A field researcher is guided by a park ranger into the thick of British wilderness, searching for a rogue scientist who’s gone off the grid and off the rails in her recent experiments.  They eventually find the mad scientist, who is directly communicating with trees trough a convoluted system of strobe lights & synthesizers she’s arranged in the woods like a sinister art instillation.  In her mind, this human-to-Nature line of communication could potentially unlock some great, authentic power that will help us better understand (and potentially command) our place in the global ecosystem.  The philosophical counterpoint to her experiment and the main obstacle on our journey to her is an axe-wielding maniac who stalks the woods.  His plan to reconnect with Nature involves local folklore rituals that honor the elder god Parnag Fegg, The Spirit of the Woods.  The advocate for science and the advocate for religion are both violently insane, of course, but they have a way of luring in the two new interlopers in the woods with calm, disarmingly kind demeanors that make them vulnerable to their respective extremist rhetoric. These are extreme times, after all, and the social isolation of the past year has made us all a little batty in our own special ways.
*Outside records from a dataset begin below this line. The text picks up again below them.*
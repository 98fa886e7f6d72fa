// Units and the Lorentz unit, against scipy.constants (CODATA 2018) evaluated at test time.
#include "zeeline/core/units.hpp"

#include <array>
#include <cstdio>
#include <memory>
#include <string>

#include <gtest/gtest.h>

#include "common/expect_close.hpp"
#include "zeeline/core/constants.hpp"
#include "zeeline/core/errors.hpp"

namespace zeeline {
namespace {

std::string RunPython(const std::string& code) {
  const std::string cmd = std::string(ZEELINE_PYTHON) + " -c \"" + code + "\"";
  std::unique_ptr<FILE, int (*)(FILE*)> pipe(popen(cmd.c_str(), "r"), pclose);
  if (!pipe) return "";
  std::array<char, 256> buf{};
  std::string out;
  while (fgets(buf.data(), buf.size(), pipe.get())) out += buf.data();
  return out;
}

TEST(Units, LorentzConstantMatchesScipyCodata) {
  // e / (4 pi m_e c) from scipy.constants (CODATA 2018 in scipy 1.10), in Angstrom^-1 G^-1.
  const std::string out = RunPython(
      "import scipy.constants as c, math; "
      "print(repr(c.e / (4 * math.pi * c.m_e * c.c) * 1e-10 * 1e-4))");
  ASSERT_FALSE(out.empty()) << "could not run " << ZEELINE_PYTHON;
  const double scipy_value = std::stod(out);
  const double ours = constants::kLorentzCoeff_per_m_per_T * 1e-10 * 1e-4;
  EXPECT_CLOSE(ours, scipy_value, 1e-9);
  // The textbook figure 4.6686e-13 A^-1 G^-1 (LL04 eq. 3.8; from memory).
  EXPECT_CLOSE(ours, 4.6686e-13, 1e-4);
}

TEST(Units, ElectronSpinGMatchesScipyCodata) {
  const std::string out = RunPython(
      "import scipy.constants as c; print(repr(abs(c.physical_constants['electron g factor'][0])))");
  ASSERT_FALSE(out.empty());
  EXPECT_CLOSE(constants::kElectronSpinG, std::stod(out), 1e-13);
}

TEST(Units, LorentzSplittingOfAG1LineAt643nmIn1Tesla) {
  // 643.8 nm, g = 1, B = 1 T: about 0.0194 nm (from memory, common lab practice).
  EXPECT_NEAR(LorentzUnit_nm(643.8, 1e4), 0.0194, 0.0001);
}

TEST(Units, ParsesWavelengthsInSeveralUnits) {
  EXPECT_CLOSE(ParseWavelength_nm("630.2494nm"), 630.2494, 1e-15);
  EXPECT_CLOSE(ParseWavelength_nm("6302.494A"), 630.2494, 1e-15);
  EXPECT_CLOSE(ParseWavelength_nm("6302.494 Angstrom"), 630.2494, 1e-15);
  EXPECT_CLOSE(ParseWavelength_nm("0.6302494um"), 630.2494, 1e-15);
  EXPECT_CLOSE(ParseWavelength_nm("6.302494e-7m"), 630.2494, 1e-15);
  EXPECT_CLOSE(ParseWavelength_nm("630.2494"), 630.2494, 1e-15);
}

TEST(Units, ParsesFieldsInSeveralUnits) {
  EXPECT_CLOSE(ParseField_gauss("1200G"), 1200.0, 1e-15);
  EXPECT_CLOSE(ParseField_gauss("1.2kG"), 1200.0, 1e-15);
  EXPECT_CLOSE(ParseField_gauss("0.12T"), 1200.0, 1e-15);
  EXPECT_CLOSE(ParseField_gauss("120mT"), 1200.0, 1e-15);
  EXPECT_CLOSE(ParseVelocity_kms("500m/s"), 0.5, 1e-15);
}

TEST(Units, RejectsBadQuantitiesWithTheTextInTheMessage) {
  for (const char* bad : {"abc", "630xm", "nm", "-5nm", "0nm", "1e999nm"}) {
    try {
      ParseWavelength_nm(bad);
      FAIL() << "accepted " << bad;
    } catch (const UnitError& e) {
      EXPECT_NE(std::string(e.what()).find(bad), std::string::npos) << e.what();
    }
  }
  EXPECT_THROW(ParseField_gauss("3 furlongs"), UnitError);
}

TEST(Units, ParsesPlasmaQuantities) {
  // 1 eV / k_B from scipy.constants (CODATA 2018): e / k = 11604.518... K.
  const std::string out = RunPython("import scipy.constants as c; print(repr(c.e / c.k))");
  ASSERT_FALSE(out.empty());
  EXPECT_CLOSE(ParseTemperature_K("1eV"), std::stod(out), 1e-13);
  EXPECT_CLOSE(ParseTemperature_K("10000K"), 1e4, 1e-15);
  EXPECT_CLOSE(ParseTemperature_K("12kK"), 1.2e4, 1e-15);
  // 1 Torr = 101325/760 Pa, 1 atm = 101325 Pa, 1 bar = 1e5 Pa (definitions).
  EXPECT_CLOSE(ParsePressure_Pa("760Torr"), 101325.0, 1e-14);
  EXPECT_CLOSE(ParsePressure_Pa("1atm"), 101325.0, 1e-15);
  EXPECT_CLOSE(ParsePressure_Pa("1.3mbar"), 130.0, 1e-14);
  EXPECT_CLOSE(ParsePressure_Pa("50000"), 5e4, 1e-15);
  EXPECT_CLOSE(ParseNumberDensity_cm3("1e15cm-3"), 1e15, 1e-15);
  EXPECT_CLOSE(ParseNumberDensity_cm3("1e21m-3"), 1e15, 1e-15);
  EXPECT_CLOSE(ParseMass_u("4.0026u"), 4.0026, 1e-15);
  EXPECT_CLOSE(ParseMass_u("55.845"), 55.845, 1e-15);
  EXPECT_CLOSE(ParseMass_u("1.66053906660e-27kg"), 1.0, 1e-12);  // CODATA 2018 atomic mass constant
  EXPECT_CLOSE(ParseLength_nm("3.6A"), 0.36, 1e-15);
  EXPECT_CLOSE(ParseLength_nm("360pm"), 0.36, 1e-15);
  EXPECT_CLOSE(ParseRate_per_s("6.1e7/s"), 6.1e7, 1e-15);
  EXPECT_CLOSE(ParseRate_per_s("6.1e7s-1"), 6.1e7, 1e-15);
  EXPECT_CLOSE(ParseVelocity_kms("1.5km/s"), 1.5, 1e-15);
}

TEST(Units, RejectsBadPlasmaQuantities) {
  EXPECT_THROW(ParseTemperature_K("-5K"), UnitError);
  EXPECT_THROW(ParseTemperature_K("0K"), UnitError);
  EXPECT_THROW(ParseTemperature_K("300C"), UnitError);
  EXPECT_THROW(ParsePressure_Pa("-1Pa"), UnitError);
  EXPECT_THROW(ParsePressure_Pa("1psi"), UnitError);
  EXPECT_THROW(ParseNumberDensity_cm3("1e15cm3"), UnitError);
  EXPECT_THROW(ParseMass_u("0u"), UnitError);
  EXPECT_THROW(ParseLength_nm("0nm"), UnitError);
  EXPECT_THROW(ParseRate_per_s("-3/s"), UnitError);
  try {
    ParsePressure_Pa("3 furlongs");
    FAIL();
  } catch (const UnitError& e) {
    EXPECT_NE(std::string(e.what()).find("3 furlongs"), std::string::npos) << e.what();
    EXPECT_NE(std::string(e.what()).find("Torr"), std::string::npos) << e.what();
  }
}

}  // namespace
}  // namespace zeeline
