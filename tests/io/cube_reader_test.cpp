// Tests of io/cube_reader: axis orders, BITPIX/BSCALE/BZERO, spectral WCS, HDU selection, tiles, and
// every bad-input case of docs/fits.md. Cubes are written here with cfitsio directly (io_test_util.hpp).
//
// Outside references:
//  * The wavelength of spectral pixel p on a linear axis is CRVAL + CDELT (p - CRPIX) (FITS WCS Paper I,
//    Greisen & Calabretta 2002, eq. 3 with PC = identity); 1 Angstrom = 0.1 nm; FREQ: lambda = c / nu
//    (Paper III, Greisen et al. 2006, table 1).
//  * Physical value = BZERO + BSCALE * stored value (FITS standard 4.0, sect. 5.3).
//  * STOKES codes 1..4 = I, Q, U, V; -1..-8 = RR, LL, RL, LR, XX, YY, XY, YX (Paper I, table 7).
#include "zeeline/io/cube_reader.hpp"

#include <gtest/gtest.h>

#include <algorithm>
#include <cmath>
#include <cstring>
#include <fstream>
#include <limits>

#include "io_test_util.hpp"
#include "zeeline/core/constants.hpp"
#include "zeeline/core/errors.hpp"

namespace zeeline {
namespace {

using test::CubeSpec;
using test::TempDir;
using test::WriteCube;

// Linear WCS evaluated in double by wcslib vs the formula above: a few ulp of 630 nm.
constexpr double kWavelengthTol_nm = 1e-9;

// Expect the tile to hold ExpectedValue at every (x, y, s, w) with x = first spatial axis in the file.
template <class T>
void ExpectTileMatches(const CubeSpec& spec, const CubeInfo& info, const CubeTileT<T>& tile, bool spectral_reversed) {
  // Which generated spatial role is the reader's x?
  int first_spatial = -1;
  for (int i = 0; i < 4; ++i) {
    if (spec.order[i] == test::kA || spec.order[i] == test::kB) {
      first_spatial = spec.order[i];
      break;
    }
  }
  const bool x_is_a = first_spatial == test::kA;
  const long ns = static_cast<long>(spec.stokes.size());
  for (long yy = 0; yy < tile.y_count; ++yy) {
    for (long x = 0; x < tile.nx; ++x) {
      const long y = tile.y_begin + yy;
      const long a = x_is_a ? x : y, b = x_is_a ? y : x;
      const long p = yy * tile.nx + x;
      for (long s = 0; s < ns; ++s) {
        for (long w = 0; w < spec.nw; ++w) {
          const long wf = spectral_reversed ? spec.nw - 1 - w : w;
          const double expected = test::ExpectedValue(spec, a, b, s, wf);
          ASSERT_EQ(static_cast<double>(tile.Spectrum(p, static_cast<int>(s))[w]), expected)
              << "x=" << x << " y=" << y << " s=" << s << " w=" << w;
        }
      }
    }
  }
  (void)info;
}

// GatherBlock (the map runner's plane-by-plane gather, SSE2 on x86-64) gives Gather's values: blocks of 8
// from pixel 0, and blocks of 5 from pixel 3 (starts inside a row, short last block).
void ExpectBlockGatherMatches(const RawCubeTile& raw) {
  const long rec = raw.n_stokes * raw.n_wavelength;
  std::vector<double> one(static_cast<std::size_t>(rec));
  for (const auto& [first, size] : {std::pair<long, long>{0, 8}, std::pair<long, long>{3, 5}}) {
    std::vector<double> block(static_cast<std::size_t>(size * rec));
    for (long p = first; p < raw.n_pixels(); p += size) {
      const long count = std::min(size, raw.n_pixels() - p);
      raw.GatherBlock(p, count, block.data());
      for (long j = 0; j < count; ++j) {
        raw.Gather(p + j, one.data());
        for (long k = 0; k < rec; ++k)
          ASSERT_EQ(block[static_cast<std::size_t>(j * rec + k)], one[static_cast<std::size_t>(k)])
              << "GatherBlock(" << p << ", " << count << ") pixel " << p + j << " sample " << k;
      }
    }
  }
}
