// Units and the Lorentz unit, against scipy.constants (CODATA 2018) evaluated at test time.
#include "zeeline/core/units.hpp"

#include <array>
#include <cstdio>
#include <memory>
#include <string>

#include <gtest/gtest.h>

#include "common/expect_close.hpp"
#include "zeeline/core/constants.hpp"
#include "zeeline/core/errors.hpp"

namespace zeeline {
namespace {

std::string RunPython(const std::string& code) {
  const std::string cmd = std::string(ZEELINE_PYTHON) + " -c \"" + code + "\"";
  std::unique_ptr<FILE, int (*)(FILE*)> pipe(popen(cmd.c_str(), "r"), pclose);
  if (!pipe) return "";
  std::array<char, 256> buf{};
  std::string out;
  while (fgets(buf.data(), buf.size(), pipe.get())) out += buf.data();
  return out;
}

TEST(Units, LorentzConstantMatchesScipyCodata) {
  // e / (4 pi m_e c) from scipy.constants (CODATA 2018 in scipy 1.10), in Angstrom^-1 G^-1.
  const std::string out = RunPython(
      "import scipy.constants as c, math; "
      "print(repr(c.e / (4 * math.pi * c.m_e * c.c) * 1e-10 * 1e-4))");
  ASSERT_FALSE(out.empty()) << "could not run " << ZEELINE_PYTHON;
  const double scipy_value = std::stod(out);
  const double ours = constants::kLorentzCoeff_per_m_per_T * 1e-10 * 1e-4;
  EXPECT_CLOSE(ours, scipy_value, 1e-9);
  // The textbook figure 4.6686e-13 A^-1 G^-1 (LL04 eq. 3.8; from memory).
  EXPECT_CLOSE(ours, 4.6686e-13, 1e-4);
}

TEST(Units, ElectronSpinGMatchesScipyCodata) {
  const std::string out = RunPython(
      "import scipy.constants as c; print(repr(abs(c.physical_constants['electron g factor'][0])))");
  ASSERT_FALSE(out.empty());
  EXPECT_CLOSE(constants::kElectronSpinG, std::stod(out), 1e-13);
}

TEST(Units, LorentzSplittingOfAG1LineAt643nmIn1Tesla) {
  // 643.8 nm, g = 1, B = 1 T: about 0.0194 nm (from memory, common lab practice).
  EXPECT_NEAR(LorentzUnit_nm(643.8, 1e4), 0.0194, 0.0001);
}

TEST(Units, ParsesWavelengthsInSeveralUnits) {
  EXPECT_CLOSE(ParseWavelength_nm("630.2494nm"), 630.2494, 1e-15);
  EXPECT_CLOSE(ParseWavelength_nm("6302.494A"), 630.2494, 1e-15);
  EXPECT_CLOSE(ParseWavelength_nm("6302.494 Angstrom"), 630.2494, 1e-15);
  EXPECT_CLOSE(ParseWavelength_nm("0.6302494um"), 630.2494, 1e-15);
  EXPECT_CLOSE(ParseWavelength_nm("6.302494e-7m"), 630.2494, 1e-15);
  EXPECT_CLOSE(ParseWavelength_nm("630.2494"), 630.2494, 1e-15);
}

TEST(Units, ParsesFieldsInSeveralUnits) {
  EXPECT_CLOSE(ParseField_gauss("1200G"), 1200.0, 1e-15);
  EXPECT_CLOSE(ParseField_gauss("1.2kG"), 1200.0, 1e-15);
  EXPECT_CLOSE(ParseField_gauss("0.12T"), 1200.0, 1e-15);
  EXPECT_CLOSE(ParseField_gauss("120mT"), 1200.0, 1e-15);
  EXPECT_CLOSE(ParseVelocity_kms("500m/s"), 0.5, 1e-15);
}

TEST(Units, RejectsBadQuantitiesWithTheTextInTheMessage) {
  for (const char* bad : {"abc", "630xm", "nm", "-5nm", "0nm", "1e999nm"}) {
    try {
      ParseWavelength_nm(bad);
      FAIL() << "accepted " << bad;
    } catch (const UnitError& e) {
      EXPECT_NE(std::string(e.what()).find(bad), std::string::npos) << e.what();
    }
  }
  EXPECT_THROW(ParseField_gauss("3 furlongs"), UnitError);
}

}  // namespace
}  // namespace zeeline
I can’t tell you exactly what Ben Wheatley was trying to communicate with this gory, psychedelic horror show, nor do I really want to hear the specifics of his intent.  As a horror movie, it’s perfectly entertaining & unsettling mix of sci-fi, folk horror, and woodland slasher genre tropes.  The surgical details of the axe wounds are just as effectively upsetting as the psychedelic freak-outs of its strobe light centerpiece.  As a nightmare reflection of our collective, COVID-era mindset, it’s much more difficult to pin down exactly what it’s doing except to say that it’s impressively strange, upsetting stuff considering its limited scope & budget.  So many movies being made in and about these times are so caught up in the mundane, practical details of daily life that they never transcend the novelty of its setting.  In the Earth is a rare example of COVID Cinema that aims for something a little more intangible and indescribable — something that captures the existential horrors of current life rather than the logistical ones.